▸ **Records for the task**
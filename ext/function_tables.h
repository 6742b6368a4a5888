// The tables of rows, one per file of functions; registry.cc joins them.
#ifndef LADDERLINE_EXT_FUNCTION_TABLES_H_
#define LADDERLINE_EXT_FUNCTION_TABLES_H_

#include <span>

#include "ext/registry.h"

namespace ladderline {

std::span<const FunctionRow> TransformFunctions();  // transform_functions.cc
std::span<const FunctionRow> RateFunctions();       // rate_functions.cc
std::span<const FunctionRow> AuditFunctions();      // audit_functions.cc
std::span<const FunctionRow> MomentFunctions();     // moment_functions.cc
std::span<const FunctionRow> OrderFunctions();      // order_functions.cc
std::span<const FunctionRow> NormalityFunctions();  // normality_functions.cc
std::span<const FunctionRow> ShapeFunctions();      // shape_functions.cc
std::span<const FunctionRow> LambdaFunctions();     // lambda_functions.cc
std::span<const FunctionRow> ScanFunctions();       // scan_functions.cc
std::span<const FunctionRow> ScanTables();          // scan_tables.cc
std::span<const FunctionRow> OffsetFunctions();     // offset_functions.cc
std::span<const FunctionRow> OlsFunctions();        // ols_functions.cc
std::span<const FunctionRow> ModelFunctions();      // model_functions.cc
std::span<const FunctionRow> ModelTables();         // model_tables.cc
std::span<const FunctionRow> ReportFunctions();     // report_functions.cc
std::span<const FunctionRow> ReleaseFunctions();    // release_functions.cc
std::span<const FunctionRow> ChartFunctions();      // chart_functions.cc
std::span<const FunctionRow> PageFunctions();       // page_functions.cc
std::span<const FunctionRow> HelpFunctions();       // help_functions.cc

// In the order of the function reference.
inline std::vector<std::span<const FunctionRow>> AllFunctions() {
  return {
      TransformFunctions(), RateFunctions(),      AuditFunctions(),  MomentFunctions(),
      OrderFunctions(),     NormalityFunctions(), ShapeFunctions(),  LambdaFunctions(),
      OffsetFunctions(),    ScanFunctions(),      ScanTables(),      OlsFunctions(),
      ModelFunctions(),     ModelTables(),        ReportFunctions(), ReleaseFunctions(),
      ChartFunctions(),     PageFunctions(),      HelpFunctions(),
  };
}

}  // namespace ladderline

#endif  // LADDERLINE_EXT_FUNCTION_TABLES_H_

---

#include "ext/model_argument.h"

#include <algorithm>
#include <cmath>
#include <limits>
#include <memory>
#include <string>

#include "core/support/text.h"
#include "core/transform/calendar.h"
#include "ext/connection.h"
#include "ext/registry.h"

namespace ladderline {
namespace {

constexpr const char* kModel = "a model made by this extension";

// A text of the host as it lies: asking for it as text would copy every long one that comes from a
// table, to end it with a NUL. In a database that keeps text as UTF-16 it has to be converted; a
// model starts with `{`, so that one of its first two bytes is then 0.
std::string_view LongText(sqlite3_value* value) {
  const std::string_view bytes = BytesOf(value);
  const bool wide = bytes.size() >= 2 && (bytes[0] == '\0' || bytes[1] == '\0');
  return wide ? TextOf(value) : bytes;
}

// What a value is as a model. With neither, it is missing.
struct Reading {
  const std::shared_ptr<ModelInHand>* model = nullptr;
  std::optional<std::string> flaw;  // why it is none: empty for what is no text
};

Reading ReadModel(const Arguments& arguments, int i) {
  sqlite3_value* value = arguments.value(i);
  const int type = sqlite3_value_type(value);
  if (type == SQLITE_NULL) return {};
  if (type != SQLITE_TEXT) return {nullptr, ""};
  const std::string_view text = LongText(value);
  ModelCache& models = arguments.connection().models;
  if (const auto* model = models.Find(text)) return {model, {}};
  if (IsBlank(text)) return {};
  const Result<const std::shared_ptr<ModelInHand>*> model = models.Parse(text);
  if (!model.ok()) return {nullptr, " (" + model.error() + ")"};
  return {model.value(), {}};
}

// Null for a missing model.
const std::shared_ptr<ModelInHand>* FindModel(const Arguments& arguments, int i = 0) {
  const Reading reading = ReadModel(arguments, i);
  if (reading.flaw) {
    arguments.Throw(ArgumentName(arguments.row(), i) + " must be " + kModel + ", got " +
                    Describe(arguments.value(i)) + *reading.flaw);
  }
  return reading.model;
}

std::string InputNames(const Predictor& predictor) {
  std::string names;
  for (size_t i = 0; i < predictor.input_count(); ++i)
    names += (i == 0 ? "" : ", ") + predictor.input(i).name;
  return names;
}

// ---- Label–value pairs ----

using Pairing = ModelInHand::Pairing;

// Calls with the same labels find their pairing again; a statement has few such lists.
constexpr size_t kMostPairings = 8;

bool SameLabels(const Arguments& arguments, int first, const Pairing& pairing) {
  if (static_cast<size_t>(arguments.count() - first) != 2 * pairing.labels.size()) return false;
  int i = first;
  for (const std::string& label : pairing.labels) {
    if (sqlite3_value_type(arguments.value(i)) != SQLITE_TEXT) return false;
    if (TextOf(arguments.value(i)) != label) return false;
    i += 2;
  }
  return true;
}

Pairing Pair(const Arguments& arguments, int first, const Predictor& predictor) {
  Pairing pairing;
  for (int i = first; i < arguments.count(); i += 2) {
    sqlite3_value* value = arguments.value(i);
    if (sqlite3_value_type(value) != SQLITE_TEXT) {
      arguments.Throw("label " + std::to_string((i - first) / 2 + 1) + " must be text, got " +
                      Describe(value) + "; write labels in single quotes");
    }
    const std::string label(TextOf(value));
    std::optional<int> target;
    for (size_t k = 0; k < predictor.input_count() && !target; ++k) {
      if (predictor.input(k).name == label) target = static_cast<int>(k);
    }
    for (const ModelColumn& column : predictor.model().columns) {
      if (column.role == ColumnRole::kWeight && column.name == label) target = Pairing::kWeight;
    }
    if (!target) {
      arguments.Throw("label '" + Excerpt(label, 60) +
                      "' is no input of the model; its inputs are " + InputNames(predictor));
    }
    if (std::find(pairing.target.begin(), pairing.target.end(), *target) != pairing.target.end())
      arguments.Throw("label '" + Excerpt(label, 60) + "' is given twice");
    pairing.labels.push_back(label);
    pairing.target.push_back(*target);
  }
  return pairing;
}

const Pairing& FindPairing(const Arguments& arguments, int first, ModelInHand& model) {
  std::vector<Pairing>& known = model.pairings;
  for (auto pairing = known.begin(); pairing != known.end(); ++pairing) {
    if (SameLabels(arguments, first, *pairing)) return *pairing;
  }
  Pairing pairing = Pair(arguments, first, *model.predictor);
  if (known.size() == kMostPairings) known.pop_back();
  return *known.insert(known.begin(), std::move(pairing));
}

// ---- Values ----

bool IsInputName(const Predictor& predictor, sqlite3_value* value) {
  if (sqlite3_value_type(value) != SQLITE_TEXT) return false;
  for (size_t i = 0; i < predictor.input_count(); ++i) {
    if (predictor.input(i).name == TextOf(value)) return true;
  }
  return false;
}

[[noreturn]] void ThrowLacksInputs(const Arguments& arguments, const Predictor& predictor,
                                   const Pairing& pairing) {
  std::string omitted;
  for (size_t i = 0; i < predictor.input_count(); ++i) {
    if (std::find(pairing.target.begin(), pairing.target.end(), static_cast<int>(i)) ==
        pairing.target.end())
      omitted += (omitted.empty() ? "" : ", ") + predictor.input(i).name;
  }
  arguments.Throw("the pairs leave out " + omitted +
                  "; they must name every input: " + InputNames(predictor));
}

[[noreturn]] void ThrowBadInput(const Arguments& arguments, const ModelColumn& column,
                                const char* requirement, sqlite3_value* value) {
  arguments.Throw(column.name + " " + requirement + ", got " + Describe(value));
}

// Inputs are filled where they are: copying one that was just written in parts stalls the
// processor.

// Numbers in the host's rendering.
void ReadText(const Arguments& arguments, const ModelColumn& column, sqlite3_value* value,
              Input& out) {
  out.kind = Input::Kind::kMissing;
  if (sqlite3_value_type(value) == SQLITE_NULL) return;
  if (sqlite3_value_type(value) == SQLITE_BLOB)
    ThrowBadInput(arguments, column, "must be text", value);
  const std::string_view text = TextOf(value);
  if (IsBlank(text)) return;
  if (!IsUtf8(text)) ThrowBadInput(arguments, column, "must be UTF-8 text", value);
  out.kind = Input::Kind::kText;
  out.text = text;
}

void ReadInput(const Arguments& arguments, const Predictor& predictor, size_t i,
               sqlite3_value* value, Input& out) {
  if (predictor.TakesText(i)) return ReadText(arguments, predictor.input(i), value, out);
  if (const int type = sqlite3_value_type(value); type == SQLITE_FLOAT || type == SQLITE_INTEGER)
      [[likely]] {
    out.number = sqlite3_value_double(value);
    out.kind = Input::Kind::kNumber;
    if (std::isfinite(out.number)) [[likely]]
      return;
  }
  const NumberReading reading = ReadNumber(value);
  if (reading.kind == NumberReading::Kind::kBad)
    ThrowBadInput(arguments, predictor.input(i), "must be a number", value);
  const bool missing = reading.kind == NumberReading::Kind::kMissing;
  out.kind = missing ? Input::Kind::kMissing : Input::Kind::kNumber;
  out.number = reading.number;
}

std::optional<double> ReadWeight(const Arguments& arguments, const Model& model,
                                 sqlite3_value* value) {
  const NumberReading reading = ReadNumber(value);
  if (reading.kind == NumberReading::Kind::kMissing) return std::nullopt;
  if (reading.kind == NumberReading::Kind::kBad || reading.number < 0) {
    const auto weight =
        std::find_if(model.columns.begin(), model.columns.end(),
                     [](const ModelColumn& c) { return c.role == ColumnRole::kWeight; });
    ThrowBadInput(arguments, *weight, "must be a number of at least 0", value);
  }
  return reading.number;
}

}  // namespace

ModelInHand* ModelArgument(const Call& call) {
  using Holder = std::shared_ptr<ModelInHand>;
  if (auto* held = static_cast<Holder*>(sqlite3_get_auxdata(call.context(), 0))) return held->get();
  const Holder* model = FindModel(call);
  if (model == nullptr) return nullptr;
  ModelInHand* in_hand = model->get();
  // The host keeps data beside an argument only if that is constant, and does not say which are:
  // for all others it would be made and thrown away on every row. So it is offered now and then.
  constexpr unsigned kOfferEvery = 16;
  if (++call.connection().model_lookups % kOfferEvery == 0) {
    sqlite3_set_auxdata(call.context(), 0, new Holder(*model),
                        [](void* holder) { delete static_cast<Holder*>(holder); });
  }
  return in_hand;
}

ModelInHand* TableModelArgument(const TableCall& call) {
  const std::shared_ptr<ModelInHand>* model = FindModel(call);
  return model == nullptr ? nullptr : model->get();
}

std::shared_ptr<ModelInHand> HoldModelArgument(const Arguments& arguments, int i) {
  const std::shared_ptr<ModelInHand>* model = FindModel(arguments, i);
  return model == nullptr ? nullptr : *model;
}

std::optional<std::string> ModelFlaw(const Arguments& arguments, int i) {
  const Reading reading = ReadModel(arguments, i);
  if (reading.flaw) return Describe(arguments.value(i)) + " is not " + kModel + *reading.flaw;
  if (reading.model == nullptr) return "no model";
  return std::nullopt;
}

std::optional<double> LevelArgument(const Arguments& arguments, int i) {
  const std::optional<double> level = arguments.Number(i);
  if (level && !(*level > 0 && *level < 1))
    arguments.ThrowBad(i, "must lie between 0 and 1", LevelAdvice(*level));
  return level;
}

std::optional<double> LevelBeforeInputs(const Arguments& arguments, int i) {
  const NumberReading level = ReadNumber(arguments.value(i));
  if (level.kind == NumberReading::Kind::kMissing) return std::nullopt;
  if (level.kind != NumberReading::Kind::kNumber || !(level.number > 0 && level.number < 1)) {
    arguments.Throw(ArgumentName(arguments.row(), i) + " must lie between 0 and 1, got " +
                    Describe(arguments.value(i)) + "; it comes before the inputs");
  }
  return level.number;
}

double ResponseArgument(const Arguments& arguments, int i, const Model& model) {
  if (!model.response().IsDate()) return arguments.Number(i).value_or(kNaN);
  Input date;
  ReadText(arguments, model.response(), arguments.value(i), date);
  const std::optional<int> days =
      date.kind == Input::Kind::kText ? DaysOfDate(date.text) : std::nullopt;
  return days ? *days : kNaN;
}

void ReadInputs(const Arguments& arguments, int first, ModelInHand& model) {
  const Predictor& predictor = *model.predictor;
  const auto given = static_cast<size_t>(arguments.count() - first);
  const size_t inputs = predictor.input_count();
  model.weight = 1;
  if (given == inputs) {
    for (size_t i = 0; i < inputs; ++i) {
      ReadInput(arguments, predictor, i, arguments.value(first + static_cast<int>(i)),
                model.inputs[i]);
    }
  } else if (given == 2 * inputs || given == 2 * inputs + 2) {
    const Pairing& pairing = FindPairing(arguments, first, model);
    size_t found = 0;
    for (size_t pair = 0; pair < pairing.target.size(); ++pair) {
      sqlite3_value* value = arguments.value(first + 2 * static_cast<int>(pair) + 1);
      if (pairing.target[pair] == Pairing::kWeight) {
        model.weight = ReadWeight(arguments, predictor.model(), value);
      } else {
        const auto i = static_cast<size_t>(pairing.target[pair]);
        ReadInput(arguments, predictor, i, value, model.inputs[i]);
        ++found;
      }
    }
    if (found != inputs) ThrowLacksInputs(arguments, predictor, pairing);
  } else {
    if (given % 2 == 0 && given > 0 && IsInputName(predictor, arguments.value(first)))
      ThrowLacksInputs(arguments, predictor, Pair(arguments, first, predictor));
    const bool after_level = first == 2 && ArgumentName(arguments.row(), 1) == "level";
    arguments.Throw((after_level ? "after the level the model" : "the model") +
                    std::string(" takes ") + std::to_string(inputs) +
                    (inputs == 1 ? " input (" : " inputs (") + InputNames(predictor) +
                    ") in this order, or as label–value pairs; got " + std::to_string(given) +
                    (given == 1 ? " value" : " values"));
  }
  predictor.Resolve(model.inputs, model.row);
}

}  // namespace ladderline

▸ **Problem to work on**
Lines in the records above that contain the word "context" need to be counted; the reply is that number and nothing else.

▸ **Result of this task**
2